Tuesday, August 9th, 2016
 
Partly cloudy with thunder in the forecast along the route. 71 degrees I got another early start today because I knew I would lose another hour today to EDT, and still 400+ miles to get home. I wanted to get as much distance in the morning as I could because it was clear the air was becoming unstable. This wasn’t a problem because the traffic from Mt Vernon Ill on down to Nashville was like a race track. A 2 ton box van was doing 85mph (I drafted him a while until he split towards Memphis). Don’t know where the fire was, but it was a fast trip. I stopped at the rest stop just west of Cookeville, TN to check the weather and do the input output thing. Passing Cookeville I could see a large ominous cloud was parked on the mountain west of Monterey, TN. This area is notorious for summer thunderstorms and it was apparent I was going to experience one. I closed the air vents and rode on into the pressure washer. I emerged just a short time later on the eastern side of the storm into nice sunny blue skies and to my amazement, quite dry. I was disappointed however, because the nice collection of bugs from Montana to Tennessee had been washed off the front of the bike and I wanted to get a photo of that collection. I ran into another small shower near Crab Orchard and descended into the Tennessee Valley at about 2:30 EDT, arriving home at about 3:30. It was a short ride of only 423 miles today. The total miles ridden back from East Glacier Montana was about 2504 miles.

5243 miles through 12 states and one Canadian province. There were some interesting and non-planned coincidences. We stopped by Abe Lincoln’s boyhood home town. Later, I rode through Lincoln Nebraska, named after him.

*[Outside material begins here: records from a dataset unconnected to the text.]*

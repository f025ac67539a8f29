"""Parts moved, aligned and spread on the sheet, bodies drawn larger or smaller, ends led elsewhere.

Steps are added as decimals, so that 0.1 m and 0.2 m are 0.3 m, and each coordinate keeps its unit. What
does not move stays the very same object.
"""

import math
from collections.abc import Callable, Collection, Iterable, Mapping, Sequence
from dataclasses import dataclass, replace
from decimal import Decimal
from typing import cast

from modalview.errors import Fault, InputError, ModelFaultsError
from modalview.model import rules_links
from modalview.model.entries import decimal_of, length_entry, length_like, point_of
from modalview.model.parts import Body, Drawn, End, Link, Model, Motion, Point, Support
from modalview.model.rules_context import Context, place_of
from modalview.model.values import Entry

# Edges and centres that parts can be aligned at: which way, and which of low, middle, high.
EDGES: dict[str, tuple[str, str]] = {
    "left": ("sideways", "low"),
    "centre": ("sideways", "middle"),
    "right": ("sideways", "high"),
    "bottom": ("upright", "low"),
    "middle": ("upright", "middle"),
    "top": ("upright", "high"),
}
WAYS = ("sideways", "upright")
# Decimals of a metre kept of a third of a distance, so that thirds that cancel leave zero.
FINEST = 18


def upright_axis(motion: Motion) -> int:
    """Return which coordinate stands upright on the sheet: z in space, y elsewhere."""
    return 2 if motion is Motion.SPACE else 1


def moved(
    model: Model, ids: Collection[str], step: Sequence[float], *, lone_supports_follow: bool = True
) -> Model:
    """Return the model with bodies and supports moved.

    Parameters
    ----------
    ids : collection of str
        Bodies and supports; other ids stand for nothing here. Parts without a position stay so.
    step : sequence of float
        Along each of the model's coordinates, m.
    lone_supports_follow : bool
        Whether a support that carries nothing but moved bodies goes along sideways, keeping its height.

    Raises
    ------
    UnitError
        When a step is not finite.
    """
    return _moved_each(model, dict.fromkeys(ids, tuple(step)), follow=lone_supports_follow)


def placed(model: Model, places: Mapping[str, Sequence[float]]) -> Model:
    """Return the model with bodies and supports at places in m, by id; nothing follows them."""

    def put(part: Body | Support) -> Body | Support:
        place = places.get(part.id)
        if place is None:
            return part
        if part.position is None or len(part.position) != len(place):
            return replace(part, position=point_of(place, model.units or "SI"))
        return _at(part, [length_like(old, new) for old, new in zip(part.position, place, strict=True)])

    return _with_parts(model, put)


def lone_supports(model: Model, ids: Collection[str]) -> dict[str, tuple[str, ...]]:
    """Return the supports, by id, that carry bodies of ``ids`` and nothing else, with those bodies."""
    carried: dict[str, set[str | None]] = {}
    for link in model.links:
        for end, other in ((link.from_, link.to), (link.to, link.from_)):
            if end.support is not None:
                carried.setdefault(end.support, set()).add(other.body)
    return {
        support: tuple(sorted(str(body) for body in bodies))
        for support, bodies in carried.items()
        if support not in ids and all(body in ids for body in bodies)
    }


def _moved_each(model: Model, steps: Mapping[str, tuple[float, ...]], *, follow: bool) -> Model:
    """Move each part by its own step, with the supports that carry only parts of the same step."""
    all_steps = dict(steps)
    upright = upright_axis(model.motion)
    for support, bodies in (lone_supports(model, steps) if follow else {}).items():
        sideways = {
            tuple(0.0 if axis == upright else size for axis, size in enumerate(steps[body]))
            for body in bodies
        }
        if len(sideways) == 1:
            all_steps[support] = sideways.pop()

    def shift(part: Body | Support) -> Body | Support:
        step = all_steps.get(part.id)
        if step is None or part.position is None:
            return part
        return _at(part, [_shifted(old, by) for old, by in zip(part.position, step, strict=True)])

    return _with_parts(model, shift)


def _shifted(old: Entry, step: float) -> Entry:
    by = decimal_of(step)
    return length_like(old, float(decimal_of(old.si) + by)) if by else old


def _at(part: Body | Support, position: Sequence[Entry]) -> Body | Support:
    """Return a part at a position; the same object where it stands there already."""
    old = part.position or ()
    if len(old) == len(position) and all(a is b for a, b in zip(old, position, strict=True)):
        return part
    return replace(part, position=tuple(position))


def _with_parts(model: Model, change: Callable[[Body | Support], Body | Support]) -> Model:
    """Return the model with every body and support changed; the same object where none is."""
    bodies = cast("tuple[Body, ...]", tuple(change(body) for body in model.bodies))
    supports = cast("tuple[Support, ...]", tuple(change(support) for support in model.supports))
    if _differ(model.bodies, bodies):
        model = replace(model, bodies=bodies)
    return replace(model, supports=supports) if _differ(model.supports, supports) else model


def _differ(old: Sequence[object], new: Sequence[object]) -> bool:
    return any(a is not b for a, b in zip(old, new, strict=True))


def resized(model: Model, body_id: str, width: float, height: float) -> Model:
    """Return the model with a body drawn in another size, in m, about its centre of gravity.

    Raises
    ------
    LookupError
        When there is no such body.
    InputError
        When a size is not above zero.
    """
    if not (min(width, height) > 0 and math.isfinite(width + height)):
        raise InputError(f'the size of "{body_id}" must be above zero; found {width:g} m by {height:g} m')
    old = _named(model.bodies, body_id)
    drawn = old.drawn or Drawn()
    units = model.units or "SI"
    new = replace(
        drawn,
        width=length_like(drawn.width, width) if drawn.width else length_entry(width, units),
        height=length_like(drawn.height, height) if drawn.height else length_entry(height, units),
    )
    if new == drawn:
        return model
    return _with_parts(model, lambda part: replace(old, drawn=new) if part is old else part)


def _named(bodies: Iterable[Body], name: str) -> Body:
    for body in bodies:
        if body.id == name:
            return body
    raise LookupError(f'there is no body "{name}"')


def reattached(model: Model, link_id: str, side: str, end: End) -> Model:
    """Return the model with one end of a link elsewhere.

    Parameters
    ----------
    side : str
        "from" or "to".
    end : End
        On a body or a support of the model; see `adding.end_at`.

    Raises
    ------
    LookupError
        When there is no such link or side.
    ModelFaultsError
        When the link would break a rule there; the reason says which.
    """
    if side not in ("from", "to"):
        raise LookupError(f'a link has the sides "from" and "to"; found "{side}"')
    number = next((at for at, link in enumerate(model.links) if link.id == link_id), None)
    if number is None:
        raise LookupError(f'there is no link "{link_id}"')
    old = model.links[number]
    new: Link = replace(old, from_=end) if side == "from" else replace(old, to=end)
    if new == old:
        return model
    context = Context.of(model)
    known = set(rules_links.link(old, context))
    place = place_of("links", number, link_id)
    wrong = [(key, reason) for key, reason in rules_links.link(new, context) if (key, reason) not in known]
    if wrong:
        raise ModelFaultsError(tuple(Fault(f"{place} . {key}", reason) for key, reason in wrong))
    return replace(model, links=(*model.links[:number], new, *model.links[number + 1 :]))


def slid(model: Model, ids: Collection[str], step: Sequence[float]) -> Model:
    """Return the model with links moved along, on the bodies that they join.

    Parameters
    ----------
    ids : collection of str
        Links; other ids stand for nothing here.
    step : sequence of float
        Along each of the model's coordinates, m. A support that holds none but these links goes along; one
        that holds others, too, stays, and with it that end of the link.
    """
    held: dict[str, set[bool]] = {}
    for link in model.links:
        for end in (link.from_, link.to):
            if end.support is not None:
                held.setdefault(end.support, set()).add(link.id in ids)
    alone = [support for support, among in held.items() if among == {True}]
    placed_so = {body.id: body.position for body in model.bodies}

    def slide(end: End) -> End:
        at = placed_so.get(end.body or "")
        if at is None:
            return end
        old = end.offset or tuple(Entry("0 m", 0.0) for _ in at)
        like = old if end.offset else at
        sums = [decimal_of(one.si) + decimal_of(by) for one, by in zip(old, step, strict=True)]
        offset = tuple(length_like(unit, float(total)) for unit, total in zip(like, sums, strict=True))
        return replace(end, offset=offset if any(sums) else None)

    links = tuple(
        replace(link, from_=slide(link.from_), to=slide(link.to)) if link.id in ids and any(step) else link
        for link in model.links
    )
    model = _moved_each(model, dict.fromkeys(alone, tuple(step)), follow=False)
    return replace(model, links=links) if _differ(model.links, links) else model


@dataclass(frozen=True, slots=True)
class _Extent:
    """Where a part begins and ends along one coordinate, m, in decimals: two equal edges are equal."""

    name: str
    middle: Decimal
    half: Decimal

    def at(self, edge: str) -> Decimal:
        sign = {"low": -1, "middle": 0, "high": 1}[edge]
        return self.middle + sign * self.half


def aligned(model: Model, ids: Collection[str], edge: str, axes: tuple[int, int] | None = None) -> Model:
    """Return the model with parts moved to one line: that of the outermost edge, or of the middle of all.

    Parameters
    ----------
    ids : collection of str
        Bodies and supports; those without a position stay.
    edge : str
        "left", "centre", "right", "top", "middle" or "bottom", of the bodies as drawn. A body
        that has no drawn size, and a support, counts as a point.
    axes : pair of int or None
        Numbers of the coordinates that are seen sideways and upright; None is as the sheet usually stands.

    Notes
    -----
    Along y of a space model bodies count as points: no file has their depth.
    """
    way, which = EDGES[edge]
    axis = _axis(model, way, axes)
    extents = _extents(model, ids, axis)
    if len(extents) < 2:
        return model
    low, high = min(one.at("low") for one in extents), max(one.at("high") for one in extents)
    line = {"low": low, "middle": (low + high) / 2, "high": high}[which]
    return _settled(model, {one.name: one.middle + line - one.at(which) for one in extents}, axis)


def spread(model: Model, ids: Collection[str], way: str, axes: tuple[int, int] | None = None) -> Model:
    """Return the model with parts at even distances between the two outermost.

    Parameters
    ----------
    ids : collection of str
        Bodies and supports, at least three that have a position.
    way : str
        "sideways" or "upright"; distances are between centres of gravity.
    axes : pair of int or None
        As of `aligned`.
    """
    axis = _axis(model, way, axes)
    extents = sorted(_extents(model, ids, axis), key=lambda one: one.middle)
    if len(extents) < 3:
        return model
    first, last = extents[0].middle, extents[-1].middle
    gap = (last - first) / (len(extents) - 1)
    inner = {one.name: first + gap * number for number, one in enumerate(extents[1:-1], 1)}
    return _settled(model, inner, axis)


def _axis(model: Model, way: str, axes: tuple[int, int] | None) -> int:
    """Return the number of the coordinate that lies one of the ways."""
    sideways, upright = axes or (0, upright_axis(model.motion))
    return upright if way == "upright" else sideways


def _extents(model: Model, ids: Collection[str], axis: int) -> list[_Extent]:
    upright = upright_axis(model.motion)
    found = []
    parts: tuple[Body | Support, ...] = (*model.bodies, *model.supports)
    for part in parts:
        if part.id in ids and part.position is not None:
            drawn = part.drawn if isinstance(part, Body) else None
            sizes = {0: drawn.width, upright: drawn.height} if drawn else {}
            size = sizes.get(axis)
            half = decimal_of(size.si) / 2 if size else Decimal(0)
            found.append(_Extent(part.id, decimal_of(part.position[axis].si), half))
    return found


def span(model: Model, axis: int) -> tuple[float, float] | None:
    """Return from where to where all parts reach along a coordinate, in m, as drawn; None for none."""
    ids = [*(body.id for body in model.bodies), *(support.id for support in model.supports)]
    parts = _extents(model, ids, axis)
    if not parts:
        return None
    return float(min(one.at("low") for one in parts)), float(max(one.at("high") for one in parts))


def _settled(model: Model, middles: Mapping[str, Decimal], axis: int) -> Model:
    """Move parts so that their centres come to given coordinates along one axis."""
    parts: tuple[Body | Support, ...] = (*model.bodies, *model.supports)
    positions: dict[str, Point] = {part.id: part.position for part in parts if part.position is not None}
    steps = {}
    for name, middle in middles.items():
        old = positions[name]
        by = float(decimal_of(float(round(middle, FINEST))) - decimal_of(old[axis].si))
        steps[name] = tuple(by if number == axis else 0.0 for number in range(len(old)))
    return _moved_each(model, steps, follow=True)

We rode through William (Buffalo Bill) Cody’s boyhood home town of LaSalle, Iowa. Later, I would ride through Cody, Wyoming that was named after him.
I rode by General John Pershing and Mark Twain’s boyhood home towns. We stayed in East Glacier Park, just a few miles from Meriwether Lewis’s northern most camp, called Camp Disappointment. Here we also experience our own disappointment with Susan’s arm that ended the rest of our planed journey.